Records from a dataset

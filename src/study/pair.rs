//! Two circuits side by side: which quantities they share, and how far those are apart at one
//! frequency.

use crate::circuit::island::{Islands, Regime};
use crate::circuit::{Circuit, ElementId, FormulaId, Measure, NodeId};
use crate::number::{Ball, Balls, Field};
use crate::quantity::Dimension;
use crate::study::engine::Engine;
use crate::study::point::regime_of;
use crate::study::{StudyError, Value};
use std::collections::HashMap;

/// Quantities below this share of the largest of their kind at a frequency are judged against
/// that share of it: their own size is mostly rounding.
pub const FLOOR: f64 = 1e-9;

/// Something of a circuit that has a value at each frequency.
#[derive(Clone, Copy, Debug, PartialEq)]
pub enum Quantity {
    /// A voltage or a current.
    Measure(Measure),
    /// A formula on the circuit's tape.
    Formula(FormulaId),
}

/// A quantity of both circuits.
#[derive(Clone, Debug, PartialEq)]
pub struct Matched {
    /// What it is called, as in a `read`: `volts(bus)`, `amps(load)`, or a reading's name.
    pub name: String,
    /// Its dimension.
    pub dimension: Dimension,
    /// Where it stands in the first circuit.
    pub first: Quantity,
    /// Where it stands in the second circuit.
    pub second: Quantity,
}

/// What of the first circuit is what in the second.
#[derive(Clone, Debug, Default, PartialEq)]
pub struct Correspondence {
    /// The node of the second circuit for each node of the first.
    pub node_of: Vec<Option<NodeId>>,
    /// The element of the second circuit for each element of the first.
    pub element_of: Vec<Option<ElementId>>,
    /// Quantities known to belong together; they stand before anything of the same name.
    pub known: Vec<Matched>,
}

/// The quantities two circuits share.
#[derive(Clone, Debug, Default, PartialEq)]
pub struct Matching {
    /// The quantities.
    pub matched: Vec<Matched>,
    /// What one circuit has and the other has not, in words.
    pub unmatched: Vec<String>,
}

impl Correspondence {
    /// Nodes and elements of the same name belong together.
    pub fn by_names(first: &Circuit, second: &Circuit) -> Self {
        let mut nodes = HashMap::new();
        for (i, node) in second.nodes.iter().enumerate() {
            nodes.extend(node.names.iter().map(|name| (name.as_str(), NodeId(i as u32))));
        }
        let elements: HashMap<_, _> =
            second.each_element().map(|(id, element)| (element.name.as_str(), id)).collect();
        let node = |names: &[String]| names.iter().find_map(|n| nodes.get(n.as_str()).copied());
        Correspondence {
            node_of: first.nodes.iter().map(|n| node(&n.names)).collect(),
            element_of: first.elements.iter().map(|e| elements.get(&*e.name).copied()).collect(),
            known: Vec::new(),
        }
    }
}

impl Matching {
    /// Finds the quantities two circuits share. Voltages are taken against the reference the node
    /// has in the first circuit, in both; nodes that are on one island in one circuit only have no
    /// voltage to compare.
    pub fn new(first: &Circuit, second: &Circuit, same: &Correspondence) -> Self {
        let mut found = Matching { matched: same.known.clone(), unmatched: Vec::new() };
        found.voltages(first, second, same);
        found.elements(first, second, same);
        found.readings(first, second);
        found
    }

    fn has(&self, name: &str) -> bool {
        self.matched.iter().any(|m| m.name == name)
    }

    fn measures(&mut self, name: String, dimension: Dimension, first: Measure, second: Measure) {
        let (first, second) = (Quantity::Measure(first), Quantity::Measure(second));
        self.matched.push(Matched { name, dimension, first, second });
    }

    fn voltages(&mut self, first: &Circuit, second: &Circuit, same: &Correspondence) {
        let islands = [first, second].map(|c| Islands::find(c, Regime::Alternating));
        let tied = [first, second].map(crate::circuit::judge::tied_nodes);
        let mut met = vec![false; second.nodes.len()];
        // One base for all nodes that are on one island in the first circuit and in the second.
        let mut base: HashMap<(usize, usize), (NodeId, NodeId)> = HashMap::new();
        let group =
            |a: NodeId, b: NodeId| (islands[0].of_node[a.index()], islands[1].of_node[b.index()]);
        for &reference in &islands[0].reference {
            if let Some(there) = same.node_of[reference.index()] {
                base.insert(group(reference, there), (reference, there));
            }
        }
        for (i, there) in same.node_of.iter().enumerate() {
            let here = NodeId(i as u32);
            let Some(there) = *there else {
                if tied[0][i] {
                    let name = first.node_name(here);
                    self.unmatched.push(format!("node `{name}` is in the first circuit only"));
                }
                continue;
            };
            met[there.index()] = true;
            if !tied[0][i] || !tied[1][there.index()] {
                continue;
            }
            let (base, other) = *base.entry(group(here, there)).or_insert((here, there));
            if base == here {
                continue;
            }
            let (name, to) = (first.node_name(here), first.node_name(base));
            let name = match islands[0].reference_of(here) == base {
                true => format!("volts({name})"),
                false => format!("volts({name} to {to})"),
            };
            let [a, b] = [(here, base), (there, other)].map(|(n, to)| Measure::Volts(n, Some(to)));
            self.measures(name, Dimension::VOLTAGE, a, b);
        }
        for (i, _) in met.iter().enumerate().filter(|(i, met)| !**met && tied[1][*i]) {
            let name = second.node_name(NodeId(i as u32));
            self.unmatched.push(format!("node `{name}` is in the second circuit only"));
        }
    }

    fn elements(&mut self, first: &Circuit, second: &Circuit, same: &Correspondence) {
        let mut met = vec![false; second.elements.len()];
        for (id, element) in first.each_element() {
            let (amps, drop) =
                (format!("amps({})", element.name), format!("drop({})", element.name));
            let known = self.has(&amps) || self.has(&drop);
            match same.element_of[id.index()] {
                Some(other) => {
                    met[other.index()] = true;
                    if known {
                        continue;
                    }
                    let (a, b) = (Measure::Amps(id), Measure::Amps(other));
                    self.measures(amps, Dimension::CURRENT, a, b);
                    let (a, b) = (Measure::Drop(id), Measure::Drop(other));
                    self.measures(drop, Dimension::VOLTAGE, a, b);
                }
                None if !known => {
                    let name = &element.name;
                    self.unmatched.push(format!("element `{name}` is in the first circuit only"));
                }
                None => {}
            }
        }
        for ((_, element), _) in second.each_element().zip(&met).filter(|(_, met)| !**met) {
            let name = &element.name;
            self.unmatched.push(format!("element `{name}` is in the second circuit only"));
        }
    }

    fn readings(&mut self, first: &Circuit, second: &Circuit) {
        for read in &first.reads {
            let name = &read.name;
            let Some(other) = second.reads.iter().find(|r| r.name == *name) else {
                self.unmatched.push(format!("reading `{name}` is in the first circuit only"));
                continue;
            };
            let dimension = first.dimension(read.value);
            if dimension != second.dimension(other.value) {
                self.unmatched.push(format!("reading `{name}` is of another kind in each circuit"));
                continue;
            }
            let (first, second) = (Quantity::Formula(read.value), Quantity::Formula(other.value));
            self.matched.push(Matched { name: name.clone(), dimension, first, second });
        }
        for read in second.reads.iter().filter(|r| !first.reads.iter().any(|o| o.name == r.name)) {
            let name = &read.name;
            self.unmatched.push(format!("reading `{name}` is in the second circuit only"));
        }
    }
}

/// How far one quantity is apart at one frequency.
#[derive(Clone, Copy, Debug, PartialEq)]
pub struct Apart {
    /// In the first circuit.
    pub first: Value,
    /// In the second circuit.
    pub second: Value,
    /// |first − second| over the larger of both, or over the floor.
    pub relative: f64,
    /// How much of `relative` the error bounds of the two solutions allow for.
    pub uncertain: f64,
}

impl Apart {
    /// True where the two are further apart than the limit, whatever the solutions' errors are.
    pub fn beyond(&self, within: f64) -> bool {
        self.relative - self.uncertain > within
    }
}

/// The quantities at one frequency; nothing where a quantity has no value in one of the circuits.
#[derive(Clone, Debug, PartialEq)]
pub struct Reading {
    /// One a matched quantity.
    pub apart: Vec<Option<Apart>>,
}

/// Which circuit could not be solved at a frequency.
#[derive(Clone, Debug, PartialEq)]
pub struct Unsolved {
    /// It was the first.
    pub first: Option<StudyError>,
    /// It was the second.
    pub second: Option<StudyError>,
}

/// Two circuits ready to be solved at many frequencies.
pub struct Pair<'c> {
    circuits: [&'c Circuit; 2],
    matched: &'c [Matched],
    engines: [[Option<Engine<'c>>; 2]; 2],
}

impl<'c> Pair<'c> {
    /// Two circuits with the quantities to look at.
    pub fn new(first: &'c Circuit, second: &'c Circuit, matched: &'c [Matched]) -> Self {
        Pair { circuits: [first, second], matched, engines: Default::default() }
    }

    /// Solves both circuits and says how far the quantities are apart.
    pub fn at(&mut self, frequency_hz: f64) -> Result<Reading, Unsolved> {
        let [first, second] = [0, 1].map(|which| self.solve(which, frequency_hz));
        if first.is_err() || second.is_err() {
            return Err(Unsolved { first: first.err(), second: second.err() });
        }
        let direct = usize::from(frequency_hz == 0.0);
        let values: Vec<Option<[Ball; 2]>> = self
            .matched
            .iter()
            .map(|matched| {
                let read = |which: usize, quantity| {
                    let engine = self.engines[which][direct].as_ref()?;
                    value(engine, quantity)
                };
                Some([read(0, matched.first)?, read(1, matched.second)?])
            })
            .collect();
        let mut largest: HashMap<Dimension, f64> = HashMap::new();
        for (matched, balls) in self.matched.iter().zip(&values) {
            let sizes = balls.iter().flatten().map(|ball| ball.centre.norm());
            let most = largest.entry(matched.dimension).or_default();
            *most = sizes.fold(*most, f64::max);
        }
        let apart = |(matched, balls): (&Matched, &Option<[Ball; 2]>)| {
            balls.map(|[a, b]| compare(a, b, FLOOR * largest[&matched.dimension]))
        };
        Ok(Reading { apart: self.matched.iter().zip(&values).map(apart).collect() })
    }

    fn solve(&mut self, which: usize, frequency_hz: f64) -> Result<(), StudyError> {
        let regime = regime_of(frequency_hz);
        let slot = &mut self.engines[which][usize::from(regime == Regime::Direct)];
        let engine = match slot {
            Some(engine) => engine,
            None => slot.insert(Engine::new(self.circuits[which], regime)?),
        };
        engine.solve(frequency_hz)
    }
}

fn value(engine: &Engine, quantity: Quantity) -> Option<Ball> {
    match quantity {
        Quantity::Measure(measure) => engine.measure(measure).ok(),
        Quantity::Formula(id) => engine.value(id).ok(),
    }
}

fn compare(first: Ball, second: Ball, floor: f64) -> Apart {
    // The difference is taken in twofold precision: rounding both values first would cost it.
    let difference = Balls.sub(&first, &second);
    let size = first.centre.norm().max(second.centre.norm()).max(floor);
    let over = |x: f64| if x == 0.0 { 0.0 } else { x / size };
    Apart {
        first: first.into(),
        second: second.into(),
        relative: over(difference.centre.norm()),
        uncertain: over(difference.radius),
    }
}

## TASK INSTRUCTIONS
Every line holding the string "together" should be copied here, so please find those lines in the data.

## RESPONSE
    /// Quantities known to belong together; they stand before anything of the same name.
    /// Nodes and elements of the same name belong together.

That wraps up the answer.